+++ RECORDS TO USE +++

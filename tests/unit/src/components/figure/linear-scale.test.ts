import fc from 'fast-check'
import { describe, expect, it } from 'vitest'
import { linearScale } from '@/components/figure/linear-scale'

describe('linearScale', () => {
  it('takes the ends of the domain to the ends of the range, also when the range runs backwards', () => {
    const scale = linearScale([0, 30], [498, 232])
    expect(scale.at(0)).toBe(498)
    expect(scale.at(30)).toBe(232)
  })

  it('is undone by invert', () => {
    const scale = linearScale([60, 180], [56, 596])
    fc.assert(
      fc.property(fc.double({ min: -500, max: 500, noNaN: true }), (value) => {
        expect(scale.invert(scale.at(value))).toBeCloseTo(value, 9)
      }),
    )
  })
})
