import { enableAutoUnmount, flushPromises } from '@vue/test-utils'
import { afterEach, beforeEach, describe, expect, it, vi } from 'vitest'
import type { Mapping, Term } from '@shared/contracts/mapping'
import type { Polymer, StatePoint } from '@shared/contracts/polymer'
import { useNoticesStore } from '@/stores/notices'
import { useWorkbenchStore } from '@/stores/workbench'
import IntakeView from '@/views/IntakeView.vue'
import type { IntakeWorker } from '@/workers/intake'
import { readBlockFiles, readText } from '@/workers/intake-task'
import { mappingDocument, term } from '../../unit/src/components/bench/bench-terms'
import { click, control, fakeApi, freshStores, mountAt, pageText } from '../../support/mount'

vi.mock('@/workers/intake', () => ({
  startIntakeWorker: (): IntakeWorker => ({
    readFile: async (_id, blob, task) => readText(await blob.text(), task, await readBlockFiles(task)),
    forgetFile: () => Promise.resolve(),
    stop: () => undefined,
  }),
}))

enableAutoUnmount(afterEach)
afterEach(() => vi.unstubAllGlobals())

const hot = { id: 'hot', temperature: 400, pressure: 1, phase: 'melt', composition: '' } as StatePoint
const bond = term('bond', 'BE', { standing: 'no data', distributionId: null, silhouette: null })
const angle = term('angle', 'BEH', { standing: 'data', distributionId: 'd-angle' })
const text = '0.30 12\n0.31 15\n0.32 18\n0.33 14\n0.34 9\n'
const file = {
  name: 'old.txt',
  size: 749,
  sha256: 'ab'.repeat(32),
  uploadedBy: null,
  uploadedAt: '2026-11-30T10:00:00.000Z',
}
const stored = {
  id: 'd-angle',
  termId: angle.id,
  content: 'count',
  edges: [1, 2, 3],
  weights: [1000, 200],
  independentSamples: null,
  settings: { unit: 'degree' },
  notes: ['The first bin was clipped at 0°.'],
  file,
  demo: false,
}
const answers = {
  'GET /api/mappings/mapping/pairs': { body: { pairs: [] } },
  'GET /api/mappings/mapping/terms': { body: { terms: [bond, angle] } },
  [`GET /api/terms/${angle.id}/distribution`]: { body: stored },
}

const open = async (
  query = '',
  {
    role = 'modeller',
    terms = [bond, angle],
    point = hot,
  }: { role?: 'modeller' | 'reviewer'; terms?: Term[]; point?: StatePoint | null } = {},
  more: Parameters<typeof fakeApi>[0] = {},
) => {
  const sent = fakeApi({ ...answers, ...more })
  const pinia = freshStores(role)
  const workbench = useWorkbenchStore()
  workbench.polymer = { id: 'p', groupId: 'group' } as Polymer
  workbench.mapping = { id: 'mapping', document: mappingDocument } as Mapping
  workbench.statePoints = point ? [point] : []
  workbench.statePoint = point
  workbench.terms = terms
  const stage = await mountAt('intake', `/polymers/p/mappings/mapping/intake${query}`, IntakeView, pinia)
  return { ...stage, sent }
}
const bring = (name: string, content: string): Promise<void> =>
  pick('#intake-files', [new File([content], name)])
const pick = async (selector: string, files: readonly File[]): Promise<void> => {
  const picker = document.querySelector<HTMLInputElement>(selector)!
  Object.defineProperty(picker, 'files', { value: files, configurable: true })
  picker.dispatchEvent(new Event('change', { bubbles: true }))
  await flushPromises()
  await flushPromises()
}
const here = (wanted: string | RegExp) => vi.waitFor(() => expect(pageText()).toMatch(wanted))

describe('IntakeView', () => {
  beforeEach(() => localStorage.clear())

  it('stores nothing before it is told to, then says what was stored and where', async () => {
    const { sent, router } = await open(
      '',
      {},
      { [`POST /api/terms/${bond.id}/distributions`]: { status: 201 } },
    )
    await bring('B-E_400K.txt', text)
    await here('reads well')
    expect(pageText()).toContain('Column 1 holds the bin centres.')
    expect(sent.some(({ method }) => method === 'POST')).toBe(false)
    await click('Store distribution')
    await vi.waitFor(() =>
      expect(useNoticesStore().current?.text).toBe('B-E_400K.txt stored for B–E at 400 K, melt'),
    )
    const upload = sent.find(({ method }) => method === 'POST')!.body as FormData
    expect((upload.get('file') as File).name).toBe('B-E_400K.txt')
    expect(JSON.parse(upload.get('settings') as string)).toMatchObject({
      statePointId: 'hot',
      settings: { kind: 'bond', unit: 'nm', layout: 'centre', value: 'count' },
    })
    expect(router.currentRoute.value.query['term']).toBe(bond.id)
  })

  it('keeps a file that cannot be read from being stored, and shows the line', async () => {
    await open()
    await bring('B-E.txt', text.replace('18', 'abc'))
    await here('Line 3, column 2 cannot be read')
    expect(pageText()).toContain('0.32 abc')
    expect((control('Store distribution') as HTMLButtonElement).disabled).toBe(true)
  })

  it('shows what files of chains say about correlation, and sends them with the file', async () => {
    const { sent } = await open('', {}, { [`POST /api/terms/${bond.id}/distributions`]: { status: 201 } })
    const counts = [12, 15, 18, 14, 9]
    // Ten chains that lean one way or the other: far more scatter than independent counts have.
    const chains = Array.from({ length: 10 }, (_, chain) => {
      const lean = chain % 2 === 0 ? 0.5 : 1.5
      return counts.map((count, bin) => 100 * count * (bin < 2 ? lean : 2 - lean))
    })
    const content = (values: readonly number[]) =>
      values.map((value, bin) => `${(0.3 + 0.01 * bin).toFixed(2)} ${value}\n`).join('')
    const files = chains.map((values, chain) => new File([content(values)], `chain${chain}.txt`))
    await bring('B-E.txt', content(counts.map((_, bin) => chains.reduce((sum, each) => sum + each[bin], 0))))
    await here('reads well')
    await pick('#intake-block-files', files.slice(0, 9))
    await here('There are 9 blocks; at least 10 are needed')
    expect((control('Store distribution') as HTMLButtonElement).disabled).toBe(true)
    await pick('#intake-block-files', files.slice(9))
    await here(/Statistical inefficiency g [1-9]\d+ ± \d/)
    document.querySelector<HTMLInputElement>('.intake-blocks input[value=chain]')!.click()
    await flushPromises()
    await here('10 files')
    // 68 000 counts over a g near 478.
    await here(/Independent samples1[34]\dAdd/)
    await click('Store distribution')
    await vi.waitFor(() => expect(sent.some(({ method }) => method === 'POST')).toBe(true))
    const upload = sent.find(({ method }) => method === 'POST')!.body as FormData
    expect(upload.getAll('chains').map((each) => (each as File).name)).toEqual(files.map(({ name }) => name))
    expect(upload.getAll('blocks')).toEqual([])
    expect(JSON.parse(upload.get('settings') as string)).toMatchObject({ firstOf: null })
  })

  it('adds the file and its blocks up when it is the first of them', async () => {
    await open()
    const part = (shift: number) => text.replaceAll(/ (\d+)/g, (_, count) => ` ${Number(count) + shift}`)
    await bring('B-E.txt', part(0))
    await here('reads well')
    await pick(
      '#intake-block-files',
      Array.from({ length: 9 }, (_, block) => new File([part(block + 1)], `block${block}.txt`)),
    )
    await here('There are 9 blocks')
    document.querySelector<HTMLInputElement>('.intake-blocks input[type=checkbox]')!.click()
    await here('The counts of 10 files were added up.')
    await click('Take off')
    await here('Histograms of 10 or more stretches of time')
  })

  it('asks what a file is when its name does not say', async () => {
    await open()
    await bring('run7.txt', text)
    await here('Which term is it?')
    expect((control('Store distribution') as HTMLButtonElement).disabled).toBe(true)
  })

  it('warns that a file takes the place of another', async () => {
    await open()
    await bring('B-E-H.txt', text.replaceAll('0.3', '13'))
    await here('It takes the place of another')
    expect(pageText()).toContain('old.txt stands there now.')
  })

  it('shows what is stored for the chosen term, and asks nothing for one without data', async () => {
    const { sent } = await open(`?term=${angle.id}`)
    await here('Stored for B–E–H')
    expect(pageText()).toContain('The first bin was clipped at 0°.')
    expect(control('old.txt').getAttribute('href')).toBe('/api/distributions/d-angle/file')
    document.body.innerHTML = ''
    sent.length = 0
    const other = await open(`?term=${bond.id}`)
    await here('No distribution for B–E at 400 K, melt')
    expect(other.sent.some(({ path }) => path.includes('/distribution?'))).toBe(false)
  })

  it('deletes what is stored only by its name, hyphens being enough', async () => {
    const { sent } = await open(
      `?term=${angle.id}`,
      {},
      { 'DELETE /api/distributions/d-angle': { status: 204 } },
    )
    await here('Stored for B–E–H')
    await click('Delete this distribution')
    const typed = document.querySelector<HTMLInputElement>('.base-confirm input')!
    typed.value = 'B-E-H'
    typed.dispatchEvent(new Event('input', { bubbles: true }))
    await flushPromises()
    document.querySelector('.base-confirm')!.dispatchEvent(new Event('submit', { cancelable: true }))
    await flushPromises()
    expect(sent.filter(({ method }) => method === 'DELETE').map(({ path }) => path)).toEqual([
      '/api/distributions/d-angle',
    ])
  })

  it('leads on where there is no state point, no term, or no right to write', async () => {
    await open('', { point: null })
    await here('No state point yet')
    expect(control('To the state points').getAttribute('href')).toBe('/polymers/p#state-points')
    document.body.innerHTML = ''
    await open('', { terms: [] })
    await here('No terms yet')
    document.body.innerHTML = ''
    await open('', { role: 'reviewer' })
    await here('You read here')
    expect(document.querySelector('#intake-files')).toBeNull()
  })
})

+++

THE PROBLEM
Collect each line of the entries that has the word "bubbles", copying it in full.

ANSWER SECTION
  picker.dispatchEvent(new Event('change', { bubbles: true }))
    typed.dispatchEvent(new Event('input', { bubbles: true }))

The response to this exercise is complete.